Inserção de citações, excessivas e pretensiosas, apoiam imagens (literárias e
visuais) que buscam impacto, mas sem maior contundência. A dinâmica dramática,
de contornos veristas, concentra no confinamento da cela a sustentação realista
da ação física. Victor Garcia Peralta se mostra mais à vontade no segmento
realista. Com cenografia dualista (espaço lateral e cela) de José Baltazar e interpretações
divisionistas do elenco (naturalistas de um lado, distanciada de outro), o
diretor investe com mais facilidade nas cenas em que autor e prisioneiro
constroem seus laços dúbios. A investida em aproximar ator da plateia e de expandir,
através de projeções, a didática da narrativa, não encontra ressonância no
artificialismo da representação desses movimentos. Os atores - Otto Jr. e
Robson Torini – ficam neste fogo cruzado, com diferentes cargas de artilharia,
em desvios do alvo. Otto Jr. assume a função de narrar e comentar, prejudicado
pela espontaneidade expositiva. Robson Torini realiza melhor a passagem na
composição do prisioneiro.
Crítica/ “A ira
de Narciso”
Neste texto, Sergio Blanco mantém-se fiel à sua
dramaturgia, revisando apenas a contextura formal. O intelectual uruguaio, que
vive na França, é convidado para conferência na Eslovênia, hospedando em quarto
de hotel, onde detecta manchas de sangue e encontra parceiro para sexo ocasional.

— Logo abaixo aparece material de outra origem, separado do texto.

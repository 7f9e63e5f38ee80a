// @vitest-environment jsdom
/** The panel of a fit: verdict first, flags in words, tolerances that change it, and the field-fit weld taken over. */
import { cleanup, fireEvent, render, screen, waitFor, within } from "@testing-library/react";
import { afterEach, describe, expect, it, vi } from "vitest";
import { closeBetween, emptySurvey, usualFitSettings, type CloseBetweenInput, type ClosingFound, type FitTrim, type SurveyDocument, type SurveyReading } from "@/iso";
import { FitPanel, type FitPanelProps } from "@/components/fit/fit-panel";
import { defaultLineSettings } from "@/lib/rules/default-settings";

afterEach(() => {
  cleanup();
  vi.unstubAllGlobals();
});

const INCH = 25.4;
const input: CloseBetweenInput = {
  end0: { position: [0, 0, 0], direction: [0, 1, 0] }, end1: { position: [20.5 * INCH, 40 * INCH, 12 * INCH], direction: [0, -1, 0] },
  radius0Mm: 6 * INCH, radius1Mm: 6 * INCH, rootGapMm: INCH / 8, thetaMaxRad: Math.PI / 2, units: "imperial", odMm: 4.5 * INCH,
};

function show(change: Partial<FitPanelProps> = {}, of: CloseBetweenInput = input): void {
  const answer = closeBetween(of) as ClosingFound;
  render(<FitPanel input={of} answer={answer} surveyedIds={[null, null]} lineId={null} nps="4" settings={defaultLineSettings("imperial")} {...change} />);
}
const verdict = () => screen.getByText(/^Fits without trim/).textContent ?? "";
const chance = () => Number(/about (\d+) times/.exec(verdict())?.[1] ?? Number.NaN);

describe("FitPanel", () => {
  it("says the verdict first, then the chance as a picture with words, and the caution", () => {
    show();
    expect(verdict()).toMatch(/^Fits without trim about \d+ times in 100; leave \d\/\d in at the joint of .* and it is (over )?9\d\.$/);
    expect(screen.getByRole("img", { name: /^\d+ in 100; 95 wanted$/ })).toBeTruthy();
    expect(screen.getByText(/Do not pull, jack or heat to fit/)).toBeTruthy();
    expect(within(screen.getByRole("table", { name: /How far the piece may miss/ })).getAllByRole("row")).toHaveLength(7);
  });

  it("works again from a tolerance just typed, and waits for one it cannot read", async () => {
    show();
    const before = chance();
    fireEvent.change(screen.getByLabelText(/^End not surveyed, position/), { target: { value: "1/4" } });
    await waitFor(() => expect(chance()).toBeLessThan(before - 20));
    fireEvent.change(screen.getByLabelText(/^Cut length/), { target: { value: "a bit" } });
    await waitFor(() => expect(screen.getByText(/A tolerance below cannot be read/)).toBeTruthy());
    await waitFor(() => expect(screen.getByLabelText(/^Cut length/).getAttribute("aria-invalid")).toBe("true"));
  });

  it("starts from the line's own tolerances", () => {
    const usual = usualFitSettings("imperial");
    show({ settings: { ...defaultLineSettings("imperial"), fit: { ...usual, shop: { ...usual.shop, cutLengthMm: INCH / 4 } } } });
    expect((screen.getByLabelText(/^Cut length/) as HTMLInputElement).value).toBe("1/4 in");
    expect(screen.getByText(/^Cut length/, { selector: "span" })).toBeTruthy();
  });

  it("all at end 1: one column instead of three, and a smaller chance", async () => {
    show();
    const shared = chance();
    fireEvent.change(screen.getByLabelText("Fit-up"), { target: { value: "set-true" } });
    await waitFor(() => expect(screen.queryByRole("columnheader", { name: "Left at end 0" })).toBeNull());
    expect(chance()).toBeLessThan(shared);
  });

  it("flags a closing near a fold instead of a number", () => {
    const R = 6 * INCH;
    show({}, { ...input, rootGapMm: 0, end1: { position: [2 * R, Math.hypot(2 * R, INCH), 0], direction: [0, -1, 0] } });
    expect(screen.getByText(/No figure for this one/)).toBeTruthy();
    expect(screen.queryByRole("img")).toBeNull();
  });

  it("hands over the field-fit weld that is ticked, and only where something can be inserted", () => {
    show();
    expect(screen.queryByRole("checkbox")).toBeNull();
    cleanup();
    const onTake = vi.fn<(trim: FitTrim | null) => void>();
    show({ onTake, taken: null });
    fireEvent.click(screen.getAllByRole("checkbox", { name: "Insert as FFW" })[0]!);
    expect(onTake.mock.calls[0]![0]).toMatchObject({ jointId: expect.stringMatching(/^elbow[01]$/), trimMm: expect.any(Number) });
  });

  it("names the readings of a survey, and says when they do not fit together", async () => {
    const survey = surveyed("");
    vi.stubGlobal("fetch", vi.fn(async () => Response.json({ line: { id: "l1", number: "L", title: "" }, job: { id: "j", number: "J" }, version: 1, document: survey, odMm: 114.3, uploads: [], updatedAt: null, updatedBy: null })));
    show({ surveyedIds: ["n1", "n2"], lineId: "l1" });
    await waitFor(() => expect(screen.getByText("Tape A-B")).toBeTruthy());
    expect(screen.queryByLabelText(/^End not surveyed/)).toBeNull();
    expect(screen.queryByText(/do not fit together/)).toBeNull();
  });
});

/** End 0 at a known mark; end 1 by a tape, offsets and a bearing each. */
function surveyed(note: string): SurveyDocument {
  const base = { again: ["", "", ""], tolerance: "", leftOut: false, note };
  const readings: SurveyReading[] = [
    { ...base, id: "a", kind: "point", from: "", to: "A", first: ["0", "0", "0"], tool: "known" },
    { ...base, id: "o", kind: "offset", from: "A", to: "B", first: ["20 1/2", "40", "12"], tool: "tape" },
    { ...base, id: "t", kind: "tape", from: "A", to: "B", first: [String(Math.round(Math.hypot(20.5, 40, 12) * 16) / 16)], tool: "tape" },
  ];
  const ends = [
    { id: "n1", name: "N1", centre: "A", axis: { kind: "bearing" as const, points: "N" }, tolerance: "0.2" },
    { id: "n2", name: "N2", centre: "B", axis: { kind: "bearing" as const, points: "S" }, tolerance: "0.2" },
  ];
  return { ...emptySurvey("imperial"), readings, ends };
}
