import { describe, expect, it } from "vitest";
import { fitViewport, panViewport, viewportCentre, zoomViewport } from "@/components/run-editor/viewport";
import { saveWords, retryDelayMs } from "@/components/run-editor/save-state";

describe("the window over the drawing", () => {
  const view = fitViewport({ minX: 10, minY: 20, maxX: 110, maxY: 80 });
  it("shows the whole drawing about its middle", () => {
    expect(viewportCentre(view)).toEqual([60, 50]);
    expect(view.width).toBeGreaterThan(100);
  });
  it("keeps the point under the pointer where it is", () => {
    const closer = zoomViewport(view, [30, 40], 0.5);
    const part = (box: typeof view) => [(30 - box.x) / box.width, (40 - box.y) / box.height];
    expect(part(closer)[0]).toBeCloseTo(part(view)[0] ?? NaN, 9);
    expect(part(closer)[1]).toBeCloseTo(part(view)[1] ?? NaN, 9);
  });
  it("stops at the closest look", () => {
    const closest = Array.from({ length: 40 }).reduce<typeof view>((now) => zoomViewport(now, [60, 50], 0.5), view);
    expect(closest.width).toBeGreaterThan(10);
  });
  it("moves by parts of itself", () => {
    expect(panViewport(view, 0.5, 0).x - view.x).toBeCloseTo(view.width / 2, 9);
  });
});

describe("words of saving", () => {
  it("says what is saved, what is not and why", () => {
    expect(saveWords({ kind: "failed", message: "no connection." })).toBe("Not saved: no connection.");
    expect(saveWords({ kind: "conflict", by: "M. Okafor", at: "", currentVersion: 3 })).toContain("M. Okafor");
    expect(saveWords({ kind: "saved", at: null })).toBe("Saved");
  });
  it("waits longer after each failure, a minute at most", () => {
    const waits = [1, 2, 3, 4, 9].map(retryDelayMs);
    expect(waits).toEqual([...waits].sort((a, b) => a - b));
    expect(waits[4]).toBe(60_000);
  });
});
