import { describe, expect, it } from "vitest";
import type { RunDocument } from "@/iso";
import { type CellTarget, type Column } from "@/components/run-editor/cell-commit";
import { shownText, waitingDrafts } from "@/components/run-editor/drafts";
import { editorReducer, initialState } from "@/components/run-editor/editor-state";
import type { EditorAction, EditorState } from "@/components/run-editor/editor-types";
import { emptyDocument, testStamp } from "./fixtures";

function start(document: RunDocument = emptyDocument()): EditorState {
  return initialState(document, testStamp());
}

function type(state: EditorState, text: string, step: "next-row" | "right" = "next-row"): EditorState {
  return editorReducer(state, { type: "commit", target: state.cursor, text, step, stamp: testStamp() });
}

function at(row: number, column: Column, runId = "main"): CellTarget {
  return { runId, row, column };
}

/** Two flanges with a leg east and a leg up between them. */
function twoLegs(): EditorState {
  return type(type(type(type(start(), "wn"), "e 3-0"), "u 2-0", "right"), "wn");
}

describe("the editor's reducer", () => {
  it("starts an empty line at its first item and goes from row to row", () => {
    const state = twoLegs();
    expect(state.document.runs[0]?.points.map((point) => point.item.kind)).toEqual(["flange", "none", "flange"]);
    expect(state.cursor).toEqual(at(3, "move"));
  });

  it("gives every point an id of its own and the empty row keeps its id when it becomes a point", () => {
    const before = start();
    const after = type(before, "wn");
    expect(after.document.runs[0]?.points[0]?.id).toBe(before.nextIds["main"]);
    const ids = twoLegs().document.runs[0]?.points.map((point) => point.id) ?? [];
    expect(new Set(ids).size).toBe(3);
  });

  it("keeps a wrong text in its cell with one sentence, and out of the document", () => {
    const state = type(type(start(), "wn"), "e 3-1 1/3");
    expect(state.cursor).toEqual(at(1, "move"));
    expect(shownText(state, at(1, "move"))).toBe("e 3-1 1/3");
    expect(waitingDrafts(state.document, state.drafts)[0]?.draft.message).toMatch(/1\/3/);
    expect(state.document.runs[0]?.points).toHaveLength(1);
    const mended = type(state, "e 3-1 1/2");
    expect(waitingDrafts(mended.document, mended.drafts)).toHaveLength(0);
    expect(mended.document.runs[0]?.points).toHaveLength(2);
  });

  it("undoes and redoes one committed cell at a time", () => {
    const state = twoLegs();
    const once = editorReducer(state, { type: "undo" });
    expect(once.document.runs[0]?.points[2]?.item.kind).toBe("none");
    const all = [1, 2, 3].reduce((now) => editorReducer(now, { type: "undo" }), once);
    expect(all.document).toEqual(emptyDocument());
    expect(editorReducer(all, { type: "undo" })).toBe(all);
    const back = [1, 2, 3, 4].reduce((now) => editorReducer(now, { type: "redo" }), all);
    expect(back.document).toEqual(state.document);
  });

  it("adds no step when a cell is left as it was", () => {
    const state = twoLegs();
    const same = editorReducer(state, { type: "commit", target: at(1, "move"), text: "e 3-0", step: "right", stamp: testStamp() });
    expect(same.past).toHaveLength(state.past.length);
    expect(same.document).toBe(state.document);
  });

  it("previews a valid entry without touching the document", () => {
    const state = twoLegs();
    const typing = (text: string): EditorState => editorReducer(state, { type: "typing", target: state.cursor, text, stamp: testStamp() });
    expect(typing("n 1-0").preview?.runs[0]?.points).toHaveLength(4);
    expect(typing("n").preview).toBeNull();
    expect(typing("n 1-0").document).toBe(state.document);
  });

  it("inserts, moves and removes rows", () => {
    const run = (state: EditorState, action: EditorAction): EditorState => editorReducer(state, action);
    const inserted = run(twoLegs(), { type: "row-insert", target: at(1, "item"), stamp: testStamp() });
    expect(inserted.document.runs[0]?.points).toHaveLength(4);
    expect(inserted.cursor).toEqual(at(1, "move"));
    const moved = run(twoLegs(), { type: "row-move", target: at(1, "move"), by: 1, stamp: testStamp() });
    expect(moved.document.runs[0]?.points.map((point) => point.item.kind)).toEqual(["flange", "flange", "none"]);
    expect(moved.cursor.row).toBe(2);
    const removed = run(twoLegs(), { type: "row-remove", target: at(2, "move"), stamp: testStamp() });
    expect(removed.document.runs[0]?.points).toHaveLength(2);
    expect(run(removed, { type: "row-remove", target: at(2, "move"), stamp: testStamp() }).document).toBe(removed.document);
  });

  it("opens a branch with a tee and takes the empty branch away with it", () => {
    const tee = editorReducer(twoLegs(), { type: "commit", target: at(1, "item"), text: "tee 2", step: "stay", stamp: testStamp() });
    const branch = tee.document.runs[1];
    expect(branch).toMatchObject({ from: tee.document.runs[0]?.points[1]?.id, points: [] });
    const gone = editorReducer(tee, { type: "commit", target: at(1, "item"), text: "", step: "stay", stamp: testStamp() });
    expect(gone.document.runs).toHaveLength(1);
    const filled = editorReducer(tee, { type: "commit", target: at(0, "move", branch?.id), text: "n 2-0", step: "stay", stamp: testStamp() });
    const removed = editorReducer(filled, { type: "row-remove", target: at(1, "move"), stamp: testStamp() });
    expect(removed.document.runs).toHaveLength(1);
    expect(removed.document.runs[0]?.points).toHaveLength(2);
  });

  it("pastes rows from a spreadsheet as one step, keeping what it did not understand", () => {
    const before = twoLegs();
    const state = editorReducer(before, { type: "paste", target: at(3, "move"), text: "n 1-0\tgate\nsouthish\nu 2-0\tcap\tf\n", stamp: testStamp() });
    expect(state.document.runs[0]?.points.map((point) => point.item.kind)).toEqual(["flange", "none", "flange", "valve", "none", "cap"]);
    expect(waitingDrafts(state.document, state.drafts)).toHaveLength(1);
    expect(editorReducer(state, { type: "undo" }).document).toBe(before.document);
  });

  it("finds the row of a point", () => {
    const state = twoLegs();
    const id = state.document.runs[0]?.points[1]?.id ?? "";
    expect(editorReducer(state, { type: "show-point", pointId: id, focus: true }).cursor.row).toBe(1);
  });

  it("walks through all cells with Tab and back", () => {
    const step = (state: EditorState, way: "right" | "left"): EditorState => editorReducer(state, { type: "step", step: way });
    const state = editorReducer(twoLegs(), { type: "cursor", target: at(0, "note"), focus: false });
    expect(step(state, "right").cursor).toEqual(at(1, "move"));
    expect(step(step(state, "right"), "left").cursor).toEqual(at(0, "note"));
  });
});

Os desdobramentos dessa estadia, ela mesma um exercício de percepção de identidades,
reflete, em cada ação, as possibilidades de ser outros. “Je est un autre”, numa
citação de Rimbaud. O ator assume
similaridade com o autor para penetrar no personagem em cena, que também é o
ator e o autor, para representar relato, que nega ser monólogo, solo ou
solilóquio. Confuso, talvez. Ambicioso, sem dúvida. Vivencial, certamente. São planos narrativos
que se interpõem como palavra corrente, seja na conferência, na trama
policialesca no hotel, e nos processos criativos. Todos convergem, em
dissonâncias verbais, para evocação do mito, que se misturam a comentários políticos
e acadêmicos, a sexo e arqueologia, numa vertigem de alusões a filósofos (Deleuze
e Heidegger), produtos (Coca Cola) e busca da alteridade. A diretora Yara de
Novaes acondiciona em estrutura performática as diversas vozes contidas na torrente
da locução. Não se procura o dramático, que se infiltra apenas naquilo que se
configura como narrativa temporal. Yara confronta o texto na projeção de sua
inteireza, levando o ator a descarnar as palavras, evitando atribuir-lhes
intenções. O intérprete é levado a aderir, frontalmente, ao que diz, com gestos
contidos, nudez exibida, vocalização fria, à procura de alcançar a abrangência
de tantas indicações. A presença, silenciosa e fugidia de um misterioso duplo
(Renato Krueger), revela-se pouco mais do que contra-rega atuante. O cenário de
André Cortez, que distribui no espaço cênico caixas de som, que abrigam algumas
miniaturas, contradiz com esse minimalismo, a nada detalhista concepção da
montagem. Gilberto Gawronski assume, com
a força do empenho e a destreza da manipulação vocal, a pluralidade dos
significados da palavra em Sergio Blanco.